**What you have to do:**
Scan the data beneath this task and copy each line that includes "import".
——————
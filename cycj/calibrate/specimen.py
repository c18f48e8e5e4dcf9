"""The specimen file of a fatigue crack growth test (TOML) → :class:`Specimen`.

Keys (README.md, "Calibration from replicate tests"): shape, width, thickness, net_thickness,
crack_length (initial), constraint, elastic_modulus, poisson_ratio, yield_strength, optional
tensile_strength and cyclic_curve {strength_coefficient, hardening_exponent}, span (SE(B)),
displacement_at, log_units {load, displacement, crack_length}.  Added here: final_crack_length
(optical reading after the test), crack_correction ("none" | "first" | "first-last"),
opening_offset (compliance-offset criterion, default 0.02 = 2 %), opening_segment_point
("midpoint", the ASTM E647 X2 practice, or "lower-end": the force each offset segment stands
for), label.
"""

from __future__ import annotations

from dataclasses import dataclass
from pathlib import Path

from cycj.errors import CycjInputError, ValidityRangeError
from cycj.geometry import Geometry, make_geometry
from cycj.material import Material, StressStrainCurve
from cycj.tables import Table, read_toml
from cycj.units import unit_factor

#: measuring points accepted per shape
DISPLACEMENT_POINTS = {
    "compact-tension": ("front-face", "load-line", "crack-mouth"),
    "three-point-bend": ("load-line",),
    "center-crack-plate": ("load-line",),
    "edge-crack-plate": ("load-line",),
}
#: shapes a specimen may have
SPECIMEN_SHAPES = tuple(DISPLACEMENT_POINTS)


@dataclass(frozen=True)
class Specimen:
    """A test specimen in internal units (mm, MPa) with its log units as factors to N and mm."""

    label: str
    geometry: Geometry
    material: Material
    displacement_at: str
    load_factor: float
    displacement_factor: float
    crack_factor: float
    initial_crack: float
    final_crack: float | None
    crack_correction: str
    opening_offset: float
    source: str
    #: the force each compliance-offset segment stands for: "midpoint" (ASTM E647 X2) or
    #: "lower-end"
    opening_segment_point: str = "midpoint"

    @property
    def shape(self) -> str:
        return self.geometry.shape.name

    @property
    def width(self) -> float:
        return self.geometry.dims["width"]

    @property
    def e_prime(self) -> float:
        return self.material.effective_modulus(self.geometry.plane_strain)

    @property
    def compliance_point(self) -> str:
        """E647 row used: the C(T) crack mouth is the front face (X/W = −0.25)."""
        return "front-face" if self.displacement_at == "crack-mouth" else self.displacement_at


def read_specimen(path) -> Specimen:
    """Read and check a specimen file; errors are one line naming the file and key."""
    src = str(path)
    t = Table(read_toml(path, role="specimen"), "", src, doc="specimen")
    shape = t.choice("shape", SPECIMEN_SHAPES, required=True)
    width = t.quantity("width", "length", required=True, positive=True)
    thick = t.quantity("thickness", "length", required=True, positive=True)
    net = t.quantity("net_thickness", "length", positive=True)
    a0 = t.quantity("crack_length", "length", required=True, positive=True)
    span = t.quantity("span", "length", positive=True)
    constraint = t.choice("constraint", ("plane-strain", "plane-stress"), default="plane-strain")
    geo = make_geometry(
        shape,
        a0,
        width=width,
        thickness=thick,
        net_thickness=net,
        span=span,
        constraint=constraint,
        source=src,
        prefix="specimen",
    )
    e = t.quantity("elastic_modulus", "stress", required=True, positive=True)
    nu = t.number("poisson_ratio", default=0.3, lo=(0.0, "0"), hi=(0.4999, "0.5"))
    sy = t.quantity(
        "yield_strength", "stress", required=True, lo=(1e-3, "0.001 MPa"), hi=(1e5, "100 GPa")
    )
    su = t.quantity("tensile_strength", "stress", positive=True)
    cyc = None
    ct = t.table("cyclic_curve")
    if ct is not None:
        k = ct.quantity("strength_coefficient", "stress", required=True, positive=True)
        n = ct.number("hardening_exponent", required=True, lo=(1e-6, "0"), hi=(0.999, "1"))
        ct.finish()
        cyc = StressStrainCurve(k, n)
    try:
        mat = Material(e, nu, sy, su, cyc)
    except ValidityRangeError as exc:
        raise CycjInputError(str(exc), source=src, key="tensile_strength") from None
    points = DISPLACEMENT_POINTS[shape]
    # the compliance solution depends on where the gauge sits: no default is safe
    disp_at = t.choice("displacement_at", points, required=True)
    units = t.table("log_units")
    factors = {"load": 1.0, "displacement": 1.0, "crack_length": 1.0}
    if units is not None:
        for key, kind in (
            ("load", "force"),
            ("displacement", "length"),
            ("crack_length", "length"),
        ):
            u = units.string(key)
            if u is not None:
                factors[key] = unit_factor(u, kind, key=units.key(key), source=src)
        units.finish()
    a1 = t.quantity("final_crack_length", "length", positive=True)
    if a1 is not None and not a0 < a1 < geo.size_limits[1] * (1 + 1e-9):
        raise CycjInputError(
            "final crack must exceed the initial one and lie in the range",
            source=src,
            key="final_crack_length",
            expected=f"{a0:g} < a ≤ {geo.size_limits[1]:g} mm",
            found=a1,
        )
    corr = t.choice("crack_correction", ("none", "first", "first-last"), default="none")
    if corr == "first-last" and a1 is None:
        raise CycjInputError(
            "'first-last' needs final_crack_length",
            source=src,
            key="crack_correction",
            expected="'none' or 'first'",
            found=corr,
        )
    off = t.number("opening_offset", default=0.02, lo=(0.001, "0.001"), hi=(0.2, "0.2"))
    seg_point = t.choice("opening_segment_point", ("midpoint", "lower-end"), default="midpoint")
    label = t.string("label", default=Path(src).stem)
    t.finish()
    return Specimen(
        label,
        geo,
        mat,
        disp_at,
        factors["load"],
        factors["displacement"],
        factors["crack_length"],
        a0,
        a1,
        corr,
        off,
        src,
        seg_point,
    )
——————
**Answer area:**
from __future__ import annotations
from dataclasses import dataclass
from pathlib import Path
from cycj.errors import CycjInputError, ValidityRangeError
from cycj.geometry import Geometry, make_geometry
from cycj.material import Material, StressStrainCurve
from cycj.tables import Table, read_toml
from cycj.units import unit_factor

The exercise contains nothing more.